リヒャルトが革袋を受け取り、中身の重さと額を瞬時に弾き出す。

その口角が、一際美しく弧を描いた。


「確かに。入居審査はこの場で通過とさせていただきます」


「できたら、見晴らしの良い部屋がよいです!」


「善処いたしましょう」


その、和やかな商談がまとまりかけた時だった。


カラン!


勢いよくベルが鳴り、商会勤めの居住者が血相を変えて飛び込んできた。


「店主! 発注するなら、早めにした方がよいですよ!」


男の顔は白蝋のように青ざめ、見開かれた目には血走った血管が浮いていた。


「黒いあれが……! あのおぞましい這い回る悪魔が、街のあちこちで出始めてる! 虫除けの素材が、すぐに市場から枯渇するぞ!」


アトリエの空気が、ぴたりと止まった。


リヒャルトの瞳の奥で、恐ろしいほどの黄金の光が弾けた。

ゆっくりと、ギルド職員の方へ首が回る。


完璧な、一分の隙もない営業スマイルだった。


「……ほう」


ギルド職員の背筋に、ぞわりと悪寒が走る。


「ギルドは今、大変お困りのようですね。虫対策は大量に必要、しかも市場の素材は高騰し、枯渇の危機にある、と」


「えっ、あ、はい……」


「ならば、素材類の費用はギルドが全額負担してくれそうですよね?」


「へ!?」


ギルド職員が、間の抜けた声を上げた。


リヒャルトは、逃げ道を塞ぐように一歩だけ前へ出る。


「白亜のアトリエへは、ただ『調合費用』のみを頂けたら良いですよ? ギルド側で素材を確保し、こちらへ優先的に回していただければ、特別価格で最高のポーションを納品いたします」


「え、いや、でも素材をギルドの金で押さえるなんて……」


「街の危機を救うためです。

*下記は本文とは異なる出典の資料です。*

def _group_scores(objective: NormalFit, g: int, pattern: Pattern, mats: Matrices):
    """Gradient, own information and cross-information with the free
    parameters of one group's candidates, summed over the group's blocks."""
    cand = open_cells(pattern)
    q, p, n_total = objective.layout.n_params, pattern.p, objective.n
    i_lam, j_lam, i_res, k_res = cand.lam_rows, cand.lam_cols, cand.res_rows, cand.res_cols
    n_lam, rows = len(i_lam), cand.rows
    sigma, mu = mats.implied_cov, mats.implied_mean
    big_g = mats.loadings @ mats.latent_cov                    # G = ΛAΨAᵀ, p × m
    kappa = mats.total_effects @ mats.latent_means             # κ = Aα
    free = cell_derivatives(pattern, mats)
    params = pattern.cell_params
    # one column per parameter when no two cells of this group share one, else per cell
    by_param = len(np.unique(params)) == len(params)
    if by_param:
        free = tuple(None if x is None else _spread(x, params, q) for x in free)
    a_free, b_free, dmu_free = free

    grad = np.zeros(len(cand))
    info_cc = np.zeros(len(cand))
    info = np.zeros((len(cand), a_free.shape[1]))
    for block in (b for b in objective.blocks if b.group == g):
        o = block.observed
        w = block.n / n_total
        v_o = spd_inverse(sigma[np.ix_(o, o)])
        # r = x̄_b − μ_b (zero without a mean structure, where μ_b = x̄_b)
        r = np.zeros(p)
        if pattern.has_means:
            r[o] = block.mean - mu[o]
        v, e = np.zeros((p, p)), np.zeros((p, p))     # Σ_b⁻¹ and E_b, zero outside the block's items
        v[np.ix_(o, o)] = v_o
        e[np.ix_(o, o)] = v_o @ (sigma[np.ix_(o, o)] - block.cov - np.outer(r[o], r[o])) @ v_o
        va, vb, vg = v @ a_free, v @ b_free, v @ big_g
        gva, gvb, gvg = big_g.T @ va, big_g.T @ vb, big_g.T @ vg
        diag_v = np.diag(v)
        # a_c = e_i, so a_cᵀX is row i of X; b_cᵀX is row j of GᵀX (loading) or row k of X
        info[:n_lam] += w * (va[i_lam] * gvb[j_lam] + vb[i_lam] * gva[j_lam])
        both = va[i_res]                  # in place: each candidates × q temporary of
        both *= vb[k_res]                 # the residual covariances costs more than
        other = vb[i_res]                 # its arithmetic
        other *= va[k_res]
        both += other
        both *= w
        info[n_lam:] += both
        b_v_b = np.concatenate([np.diag(gvg)[j_lam], diag_v[k_res]])
        a_v_b = np.concatenate([vg[i_lam, j_lam], v[i_res, k_res]])
        info_cc += w * (diag_v[rows] * b_v_b + a_v_b ** 2)
        eg = e @ big_g
        grad += w * np.concatenate([eg[i_lam, j_lam], e[i_res, k_res]])
        if pattern.has_means:                          # ∂μ_c = e_i κ_j (loading), 0 (residual)
            vr, vd = v @ r, v @ dmu_free
            grad[:n_lam] -= w * kappa[j_lam] * vr[i_lam]
            info[:n_lam] += w * kappa[j_lam][:, None] * vd[i_lam]
            info_cc[:n_lam] += w * kappa[j_lam] ** 2 * diag_v[i_lam]

    if not by_param:
        incidence = np.zeros((len(params), q))
        incidence[np.arange(len(params)), params] = 1.0
        info = info @ incidence
    return cand, grad, info_cc, info


def _spread(cells: np.ndarray, params: np.ndarray, q: int) -> np.ndarray:
    """Columns of free cells moved to their parameters' columns (``p × q``, zero elsewhere)."""
    out = np.zeros((cells.shape[0], q))
    out[:, params] = cells
    return out


def standardizer(cand: Candidates, mats: Matrices) -> np.ndarray:
    """Factor turning an EPC into its completely standardized size (Kaplan 1989)."""
    sd_latent = np.sqrt(np.clip(np.diag(mats.latent_cov), 0.0, None))
    sd_item = np.sqrt(np.diag(mats.implied_cov))
    theta = np.diag(mats.residuals)
    with np.errstate(divide="ignore", invalid="ignore"):
        lam = sd_latent[cand.lam_cols] / sd_item[cand.lam_rows]
        res = 1.0 / np.sqrt(theta[cand.res_rows] * theta[cand.res_cols])
    return np.concatenate([lam, res])


# --------------------------------------------------------------------------- in words

@dataclass(frozen=True)
class Hint:
    """One modification hint, named in the user's terms."""

    kind: str
    construct: str | None     # loadings
    item: str | None          # loadings
    item_a: str | None        # residual covariances
    item_b: str | None
    group: str | None         # None when the model has one group
    mi: float
    epc: float
    std_epc: float | None
    reading: str
    mi_unscaled: float | None = None   # the plain index where ``mi`` is scaled (DWLS)

    def to_dict(self) -> dict:
        out = {"kind": self.kind}
        if self.kind == LOADING:
            out.update(construct=self.construct, item=self.item)
        else:
            out.update(item_a=self.item_a, item_b=self.item_b)
        out.update(group=self.group, mi=self.mi)
        if self.mi_unscaled is not None:
            out.update(mi_unscaled=self.mi_unscaled)
        out.update(epc=self.epc, std_epc=self.std_epc, reading=self.reading)
        return out


def hints_in_words(tests: ScoreTests, estimate: Estimate, wording: dict | None = None,
                   threshold: float = 10.0) -> list[Hint]:
    """The hints whose modification index reaches ``threshold``, strongest first.

    Parameters
    ----------
    tests : ScoreTests
        From :func:`score_tests`.
    estimate : Estimate
        The estimate the tests belong to (for item and construct names).
    wording : dict, optional
        Item name → the statement as the respondents read it
        (``Study.items[item].wording``); the item name is used where missing.
    threshold : float
        Smallest index listed (``estimation: hint_threshold`` in the model
        file). The 5% critical value of chi-square on 1 df is 3.84.
    """
    layout = estimate.layout
    wording = wording or {}
    several = len(layout.patterns) > 1
    order = np.argsort(-tests.mi, kind="stable")
    order = order[tests.mi[order] >= threshold]
    out = []
    for k in order:
        group = layout.groups[tests.group[k]] if several else None
        std = float(tests.std_epc[k]) if np.isfinite(tests.std_epc[k]) else None
        unscaled = None if tests.mi_unscaled is None else float(tests.mi_unscaled[k])
        item = layout.items[tests.row[k]]
        if tests.kind[k] == LOADING:
            construct = layout.factors[tests.col[k]]
            out.append(Hint(LOADING, construct, item, None, None, group, float(tests.mi[k]),
                            float(tests.epc[k]), std,
                            _loading_reading(_said(item, wording), construct, std, group),
                            unscaled))
        else:
            other = layout.items[tests.col[k]]
            a, b = sorted((item, other), key=layout.items.index)
            out.append(Hint(RESIDUAL_COV, None, None, a, b, group, float(tests.mi[k]),
                            float(tests.epc[k]), std,
                            _pair_reading(_said(a, wording), _said(b, wording), std, group),
                            unscaled))
    return out


def _said(item: str, wording: dict) -> str:
    text = wording.get(item)
    return f"'{text.strip()}'" if text else f"item '{item}'"


def _among(group: str | None) -> str:
    return f" Among '{group}':" if group else ""


def _loading_reading(said: str, construct: str, std: float | None, group: str | None) -> str:
    text = f"{said} may also reflect {construct}"
    if std is not None and std < 0:
        text += f", in reverse (higher answers going with less {construct})"
    if std is not None:
        text += f"; its standardized loading on {construct} would be about {std:.2f}"
    return (_among(group) + " " + text).strip() + "."


def _pair_reading(said_a: str, said_b: str, std: float | None, group: str | None) -> str:
    text = (f"{said_a} and {said_b} may share something their constructs do not explain, "
            "such as similar wording or a common situation")
    if std is not None:
        text += f"; their residuals would correlate about {std:.2f}"
    return (_among(group) + " " + text).strip() + "."


def modification_hint_keys(estimate: Estimate, wording: dict | None = None,
                           threshold: float = 10.0, tests: ScoreTests | None = None,
                           compute: Callable[[Estimate], ScoreTests] = score_tests) -> dict:
    """The JSON keys ``modification_hints`` (list of hint dicts, strongest
    first) and ``modification_hint_notes`` (threshold, counts, caution, the
    tests' ``method`` and, where there is one, their ``statistic`` note) of
    one model; ``tests`` are computed by ``compute`` unless given (a
    ``ValueError`` from it becomes the note ``not_computed``)."""
    notes = {"threshold": float(threshold), "caution": CAUTION, "judging": JUDGE_BY_CHANGE}
    if tests is None:
        try:
            tests = compute(estimate)
        except ValueError as exc:
            notes.update(candidates=0, listed=0,
                         not_computed=f"No hints: {exc}. See the model's warnings.")
            return {"modification_hints": [], "modification_hint_notes": notes}
    hints = hints_in_words(tests, estimate, wording, threshold)
    notes.update(candidates=len(tests) + tests.n_undefined, listed=len(hints),
                 undefined=tests.n_undefined, method=tests.method)
    if tests.note:
        notes["statistic"] = tests.note
    if not estimate.record.converged:
        notes["not_converged"] = ("The estimation did not converge, so these indices are "
                                  "computed at a point that is not the estimate; do not act on them.")
    return {"modification_hints": [h.to_dict() for h in hints], "modification_hint_notes": notes}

それに、ギルドが直接市場を動かせば、悪徳商人の買い占めも防げる。……双方に利のある取引になるかと存じますが?」


にっこり。


その静かで美しい微笑みの前に、拒絶という逃げ道など最初から存在していなかった。


ギルド職員は、手元の空になった最高級胃薬の小瓶を見た。

すでに、胃のあたりが再びきりきりと痛み始めている気がする。


「……領収書、素材買い付け用でまとめてください……」


「賢明なご判断です」


ゴリ、ゴリ、と。

店主は一切口を挟まず、ただ黙々と乳鉢を回し続けていた。